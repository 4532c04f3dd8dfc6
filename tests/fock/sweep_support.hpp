// Random protocols for the engine agreement sweeps (fixed seeds; our own uniform draws so the
// protocols are the same on every platform).
#pragma once

#include <cmath>
#include <cstdint>
#include <random>
#include <string>

#include "core/types.hpp"
#include "phase_space/sequence.hpp"
#include "phase_space/state.hpp"

namespace macroreal::testing {

class Draw {
 public:
  explicit Draw(std::uint64_t seed) : rng_(seed) {}
  double uniform(double lo, double hi) {
    return lo + (hi - lo) * static_cast<double>(rng_() >> 11) * 0x1.0p-53;
  }
  int integer(int lo, int hi) { return lo + static_cast<int>(rng_() % (hi - lo + 1)); }
  bool coin(double p = 0.5) { return uniform(0.0, 1.0) < p; }
  cplx disc(double rmax) { return std::polar(uniform(0.0, rmax), uniform(0.0, 2.0 * kPi)); }

 private:
  std::mt19937_64 rng_;
};

struct RandomProtocol {
  StatePtr state;
  std::string state_text;
  MeasurementSequence seq;
  OutcomeString outcomes;
};

struct SweepLimits {
  double beta_max = 1.6;
  double nbar_max = 0.5;
  bool dephasing = true;
};

inline RandomProtocol random_protocol(Draw& d, int index, const SweepLimits& lim = {}) {
  RandomProtocol p;
  switch (index % 5) {
    case 0: {
      const double nbar = d.uniform(0.0, lim.nbar_max);
      p.state = make_thermal(nbar);
      p.state_text = "thermal " + std::to_string(nbar);
      break;
    }
    case 1: {
      const cplx a = d.disc(1.2);
      p.state = make_coherent(a);
      p.state_text = "coherent";
      break;
    }
    case 2: {
      const double r = d.uniform(0.0, 0.5), th = d.uniform(0.0, 2.0 * kPi);
      const double nbar = d.uniform(0.0, 0.3);
      p.state = make_squeezed(r, th, nbar, d.disc(0.6));
      p.state_text = "squeezed r " + std::to_string(r);
      break;
    }
    case 3: {
      const int n = d.integer(0, 3);
      p.state = make_fock(n);
      p.state_text = "fock " + std::to_string(n);
      break;
    }
    default: {
      const cplx a = std::polar(d.uniform(0.5, 1.5), d.uniform(0.0, 2.0 * kPi));
      p.state = make_cat(a, d.uniform(0.0, 2.0 * kPi));
      p.state_text = "cat";
      break;
    }
  }
  const int steps = (index / 5) % 2 == 0 ? 2 : 3;
  double t = d.uniform(0.0, 50e-6);
  for (int j = 0; j < steps; ++j) {
    TimedMeasurement tm;
    tm.label = std::string(1, static_cast<char>('A' + j));
    tm.measurement.beta = std::polar(d.uniform(0.3, lim.beta_max), d.uniform(0.0, 2.0 * kPi));
    tm.measurement.phase_rad = d.uniform(0.0, 2.0 * kPi);
    tm.measurement.split = d.coin() ? Split::symmetric : Split::one_sided;
    tm.measurement.contrast = d.coin() ? 1.0 : d.uniform(0.7, 1.0);
    tm.time_s = t;
    t += d.uniform(0.0, 100e-6);
    p.seq.steps.push_back(tm);
    p.outcomes.push_back(d.coin() ? +1 : -1);
  }
  auto& nz = p.seq.noise;
  if (d.coin(0.6)) {
    nz.damping_rate_per_s = d.uniform(0.0, 2000.0);
    nz.bath_nbar = d.uniform(0.0, 0.5);
  }
  if (d.coin(0.5)) nz.heating_quanta_per_s = d.uniform(0.0, 500.0);
  if (d.coin(0.3)) nz.frequency_noise_sd_rad_per_s = d.uniform(0.0, 3000.0);
  if (lim.dephasing && steps == 2 && d.coin(0.4)) nz.dephasing_rate_per_s = d.uniform(0.0, 300.0);
  return p;
}

}  // namespace macroreal::testing
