// Checks of the Fock engine's own machinery (lib/fock/fock_engine.hpp): the dephasing law,
// slicing convergence, truncation control and tabulated states.
#include <cmath>
#include <cstdio>
#include <fstream>

#include <boost/math/special_functions/bessel.hpp>
#include <catch2/catch.hpp>

#include "core/error.hpp"
#include "fock/density_matrix_state.hpp"
#include "fock/fock_engine.hpp"
#include "fock/fock_tabulation.hpp"
#include "phase_space/weyl_engine.hpp"
#include "support/compare.hpp"

using namespace macroreal;

namespace {

MeasurementSequence one_step(cplx beta, double phase, double time_s, Split split = Split::symmetric) {
  MeasurementSequence seq;
  TimedMeasurement tm;
  tm.label = "A";
  tm.measurement.beta = beta;
  tm.measurement.phase_rad = phase;
  tm.measurement.split = split;
  tm.time_s = time_s;
  seq.steps.push_back(tm);
  return seq;
}

std::string temp_path(const std::string& name) {
  return std::string(MACROREAL_BINARY_DIR) + "/fock_test_" + name;
}

}  // namespace

TEST_CASE("Fock engine: Markovian dephasing decays a Fock coherence as exp(-kappa t (m-n)^2/2)", "[fock]") {
  // For d rho/dt = kappa D[a^dag a] rho,
  //   d rho_mn/dt = kappa (m n - m^2/2 - n^2/2) rho_mn = -kappa (m - n)^2 / 2 rho_mn
  // (published form: G. J. Milburn, Phys. Rev. A 44, 5401 (1991), the double-commutator
  // equation with H = a^dag a; see test_dephasing_published.cpp). For (|0> + |1>)/sqrt2,
  //   chi_t(b) = e^{-|b|^2/2} [1 - |b|^2/2 + i Im(b) e^{-kappa t/2}]
  // (with <1|D|0> = b e^{-|b|^2/2}, <0|D|1> = -b* e^{-|b|^2/2}, <1|D|1> = (1-|b|^2) e^{-|b|^2/2},
  // Cahill & Glauber 1969), so at phase pi/2:
  //   P(+) = 1/2 [1 - e^{-|b|^2/2} Im(b) e^{-kappa t/2}].
  const auto state = make_superposition({{PureComponent::Kind::fock, 1.0, 0.0, 0},
                                         {PureComponent::Kind::fock, 1.0, 0.0, 1}});
  const cplx beta(0.3, 0.8);
  for (double t : {0.0, 100e-6, 700e-6}) {
    auto seq = one_step(beta, kPi / 2, t);
    seq.noise.dephasing_rate_per_s = 1500.0;
    const double want =
        0.5 * (1.0 - std::exp(-std::norm(beta) / 2) * beta.imag() * std::exp(-1500.0 * t / 2));
    CHECK_CLOSE(FockEngine(state).probability(seq, {+1}).value, want, 1e-12, 0.0);
  }
  // Together with damping the generators add: coherences of a Fock superposition then also
  // shrink by e^{-gamma t/2} per unit of |m - n| at zero temperature (rho_01 -> rho_01
  // e^{-(gamma + kappa) t/2} for (|0> + |1>)/sqrt2, derived here from the component equation
  // d rho_01/dt = -(gamma/2 + kappa/2) rho_01 with the population of |1> decaying into |0>).
  auto seq = one_step(beta, kPi / 2, 200e-6);
  seq.noise.dephasing_rate_per_s = 1500.0;
  seq.noise.damping_rate_per_s = 800.0;
  // chi_t(b) = rho_00 + rho_11 (1 - |b|^2) + (rho_01 <1|D|0> + c.c.) with rho_11 = e^{-gamma t}/2.
  const double t = 200e-6, x = std::norm(beta);
  const double rho11 = 0.5 * std::exp(-800.0 * t);
  const double coh = 0.5 * std::exp(-(800.0 + 1500.0) * t / 2);
  const double im_chi = std::exp(-x / 2) * 2.0 * coh * beta.imag();  // Im of rho_01 b - rho_10 b*
  CHECK_CLOSE(FockEngine(state).probability(seq, {+1}).value, 0.5 * (1.0 - im_chi), 1e-12, 0.0);
  (void)rho11;
}

TEST_CASE("Fock engine: sliced finite-duration measurement converges as n^-2", "[fock]") {
  // Strang splitting: the difference between n and 2n slices falls by ~4 per doubling
  // (common practice, no source), and a vanishing duration gives the instantaneous value.
  const auto state = make_cat({1.2, 0.3}, 0.0);
  auto seq = one_step({1.8, 0.5}, 0.4, 10e-6);
  seq.noise.dephasing_rate_per_s = 3000.0;
  seq.noise.damping_rate_per_s = 500.0;
  std::vector<double> changes;
  for (int n : {4, 8, 16, 32}) {
    FockEngineOptions opt;
    opt.interaction_slices = n;
    opt.interaction_duration_s["A"] = 80e-6;
    changes.push_back(FockEngine(state, opt).probability_detailed(seq, {+1}).diagnostics.slicing_change);
  }
  for (std::size_t i = 1; i < changes.size(); ++i) {
    INFO("slicing change " << changes[i - 1] << " -> " << changes[i]);
    CHECK(changes[i] < changes[i - 1] / 3.5);
    CHECK(changes[i] > changes[i - 1] / 4.5);
  }
  FockEngineOptions tiny;
  tiny.interaction_duration_s["A"] = 1e-15;
  CHECK_CLOSE(FockEngine(state, tiny).probability(seq, {+1}).value,
              FockEngine(state).probability(seq, {+1}).value, 1e-12, 0.0);
}

TEST_CASE("Fock engine: truncation is detected and refused on request", "[fock]") {
  // A coherent state |alpha|=2.5 has most of its weight above 6 levels; the 25 % check must see
  // a large change (common practice, no source).
  const auto state = make_coherent({2.5, 0.0});
  MeasurementSequence seq = one_step({1.5, 0.0}, 0.0, 0.0);
  TimedMeasurement second = one_step({1.5, 0.0}, 0.0, 1e-4).steps[0];
  second.label = std::string(1, 'B');
  seq.steps.push_back(second);
  FockEngineOptions opt;
  opt.cutoff = 8;
  const auto v = FockEngine(state, opt).correlator_detailed(seq);
  CHECK(v.diagnostics.truncation_change > 1e-3);
  CHECK(v.diagnostics.edge_population > 1e-2);
  CHECK(v.value.error_estimate >= v.diagnostics.truncation_change);
  opt.truncation_tolerance = 1e-6;
  CHECK_THROWS_WITH(FockEngine(state, opt).correlator(seq),
                    Catch::Contains("truncation error") && Catch::Contains("raise the cutoff"));
  // The automatic cutoff is fine.
  FockEngineOptions automatic;
  automatic.truncation_tolerance = 1e-9;
  const auto good = FockEngine(state, automatic).correlator_detailed(seq);
  CHECK(good.diagnostics.truncation_change < 1e-9);
  CHECK_CLOSE(good.value.value, WeylEngine(state).correlator(seq).value, 1e-10, 0.0);
  // A hot thermal state does not fit: the message names the Weyl engine.
  CHECK_THROWS_WITH(FockEngine(make_thermal(1000.0)).correlator(seq), Catch::Contains("--engine weyl"));
}

TEST_CASE("density matrix files: read, checked, usable by both engines", "[fock]") {
  // A thermal state nbar = 0.4 written as a file (populations nbar^m/(nbar+1)^{m+1}, Gerry &
  // Knight eq. (2.141)) must give the closed-form thermal probabilities in both engines.
  const int n = 60;
  const Eigen::MatrixXcd th = thermal_density(0.4, n);
  const Eigen::MatrixXcd rho = th / th.trace().real();
  const std::string json_path = temp_path("thermal.json"), csv_path = temp_path("thermal.csv");
  {
    std::ofstream j(json_path);
    j.precision(17);
    j << "{\"format\": \"macroreal-density-matrix/1\", \"dimension\": " << n << ", \"real\": [";
    for (int m = 0; m < n; ++m) {
      j << (m ? "," : "") << "[";
      for (int k = 0; k < n; ++k) j << (k ? "," : "") << rho(m, k).real();
      j << "]";
    }
    j << "]}";
    std::ofstream c(csv_path);
    c.precision(17);
    c << "# invented test file\nm,n,re,im\n";
    for (int m = 0; m < n; ++m) c << m << "," << m << "," << rho(m, m).real() << ",0\n";
  }
  const auto a = read_density_matrix(json_path);
  const auto b = read_density_matrix(csv_path);
  CHECK(a->dimension() == n);
  CHECK(b->rotation_invariant());
  auto seq = one_step({1.1, -0.6}, 0.3, 50e-6);
  seq.noise.heating_quanta_per_s = 300.0;
  const double want = WeylEngine(make_thermal(0.4)).probability(seq, {-1}).value;
  CHECK_CLOSE(FockEngine(a).probability(seq, {-1}).value, want, 1e-12, 0.0);
  CHECK_CLOSE(WeylEngine(b).probability(seq, {-1}).value, want, 1e-12, 0.0);

  SECTION("non-Hermitian") {
    std::ofstream c(csv_path);
    c << "0,0,0.5,0\n1,1,0.5,0\n0,1,0.2,0\n";
    c.close();
    CHECK_THROWS_WITH(read_density_matrix(csv_path),
                      Catch::Contains(csv_path) && Catch::Contains("not Hermitian"));
  }
  SECTION("trace") {
    std::ofstream c(csv_path);
    c << "0,0,0.5\n1,1,0.4\n";
    c.close();
    CHECK_THROWS_WITH(read_density_matrix(csv_path), Catch::Contains("trace = 0.9"));
  }
  SECTION("not positive") {
    // [[0.5, 0.6], [0.6, 0.5]] has eigenvalues 1.1 and -0.1.
    std::ofstream c(csv_path);
    c << "0,0,0.5\n1,1,0.5\n0,1,0.6\n1,0,0.6\n";
    c.close();
    CHECK_THROWS_WITH(read_density_matrix(csv_path),
                      Catch::Contains("smallest eigenvalue = -0.1") && Catch::Contains(csv_path));
  }
  SECTION("bad JSON field") {
    std::ofstream j(json_path);
    j << "{\"format\": \"macroreal-density-matrix/1\", \"dimension\": 2, \"real\": [[1, 0], [0]]}";
    j.close();
    CHECK_THROWS_AS(read_density_matrix(json_path), InputError);
    CHECK_THROWS_WITH(read_density_matrix(json_path), Catch::Contains("real[1]"));
  }
  std::remove(json_path.c_str());
  std::remove(csv_path.c_str());
}

TEST_CASE("Fock engine: dephasing of a cat's interference term, Bessel-series law", "[fock]") {
  // Derived here, no source for the combination (the ingredients are standard; the published
  // check value of the dephasing law is in test_dephasing_published.cpp): dephasing
  // kappa D[a^dag a] over t is a random rotation of angle variance kappa t (both multiply
  // rho_mn by exp(-kappa t (m-n)^2/2)), so chi_t(b) = E_theta chi_0(b e^{i theta}) and every
  // angular harmonic k of chi_0 is multiplied by exp(-kappa t k^2 / 2). For the cat
  // N(|a> + e^{i phi}|-a>) (Cahill & Glauber 1969 for the coherent matrix elements):
  //   <+-a|D(g)|+-a> = exp(-|g|^2/2 +- 2i Im(g a*)),
  //   <a|D(g)|-a>    = exp(-|g|^2/2 - 2|a|^2 + 2 Re(g a*)),   <-a|D(g)|a>: a -> -a,
  // and with z = 2|a||b|, psi = arg b - arg a, the Jacobi-Anger expansions
  //   e^{i z sin x} = sum_k J_k(z) e^{i k x}   (Abramowitz & Stegun 9.1.41),
  //   e^{z cos x}   = sum_k I_k(z) e^{i k x}   (A&S 9.6.33):
  //   chi_t(b) = N^2 e^{-|b|^2/2} sum_k e^{-kappa t k^2/2} e^{i k psi}
  //              [ (1 + (-1)^k) J_k(z) + e^{-2|a|^2} (e^{i phi} + e^{-i phi} (-1)^k) I_k(z) ],
  //   N^2 = 1 / (2 + 2 cos(phi) e^{-2|a|^2}).
  // The interference (I_k) part carries weight at |k| up to about z = 2|a||b|, so it is
  // destroyed faster than the J_k part, the more so the larger the cat.
  const cplx alpha = std::polar(1.3, 0.4);
  const double phi = 0.9, kappa = 2500.0;
  const auto cat = make_cat(alpha, phi);
  for (const cplx beta : {cplx(0.4, 2.1), cplx(-1.5, 0.3)}) {
    for (double t : {0.0, 150e-6, 600e-6}) {
      const double z = 2.0 * std::abs(alpha) * std::abs(beta);
      const double psi = std::arg(beta) - std::arg(alpha);
      const double a2 = std::norm(alpha);
      cplx sum = 0.0;
      for (int k = -60; k <= 60; ++k) {
        const double sign = (k % 2 == 0) ? 1.0 : -1.0;
        const double jk = (k >= 0 ? 1.0 : sign) * boost::math::cyl_bessel_j(std::abs(k), z);
        const double ik = boost::math::cyl_bessel_i(std::abs(k), z);
        const cplx term = (1.0 + sign) * jk +
                          std::exp(-2.0 * a2) * (std::polar(1.0, phi) + std::polar(1.0, -phi) * sign) * ik;
        sum += std::exp(-kappa * t * k * k / 2.0) * std::polar(1.0, k * psi) * term;
      }
      const cplx chi = sum * std::exp(-std::norm(beta) / 2) / (2.0 + 2.0 * std::cos(phi) * std::exp(-2.0 * a2));
      const double meas_phase = 0.35;
      const double want = 0.5 * (1.0 + (std::polar(1.0, meas_phase) * chi).real());
      auto seq = one_step(beta, meas_phase, t);
      seq.noise.dephasing_rate_per_s = kappa;
      INFO("beta = " << beta << ", t = " << t);
      CHECK_CLOSE(FockEngine(cat).probability(seq, {+1}).value, want, 1e-11, 0.0);
    }
  }
}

▸ PROBLEM DETAILS: Could you repeat exactly the lines above from the line with "double t = d.uniform(0.0, 50e-6);" up to and including the line with "tm.time_s = t;", and only those?

▸ PROBLEM SOLUTION:
  double t = d.uniform(0.0, 50e-6);
  for (int j = 0; j < steps; ++j) {
    TimedMeasurement tm;
    tm.label = std::string(1, static_cast<char>('A' + j));
    tm.measurement.beta = std::polar(d.uniform(0.3, lim.beta_max), d.uniform(0.0, 2.0 * kPi));
    tm.measurement.phase_rad = d.uniform(0.0, 2.0 * kPi);
    tm.measurement.split = d.coin() ? Split::symmetric : Split::one_sided;
    tm.measurement.contrast = d.coin() ? 1.0 : d.uniform(0.7, 1.0);
    tm.time_s = t;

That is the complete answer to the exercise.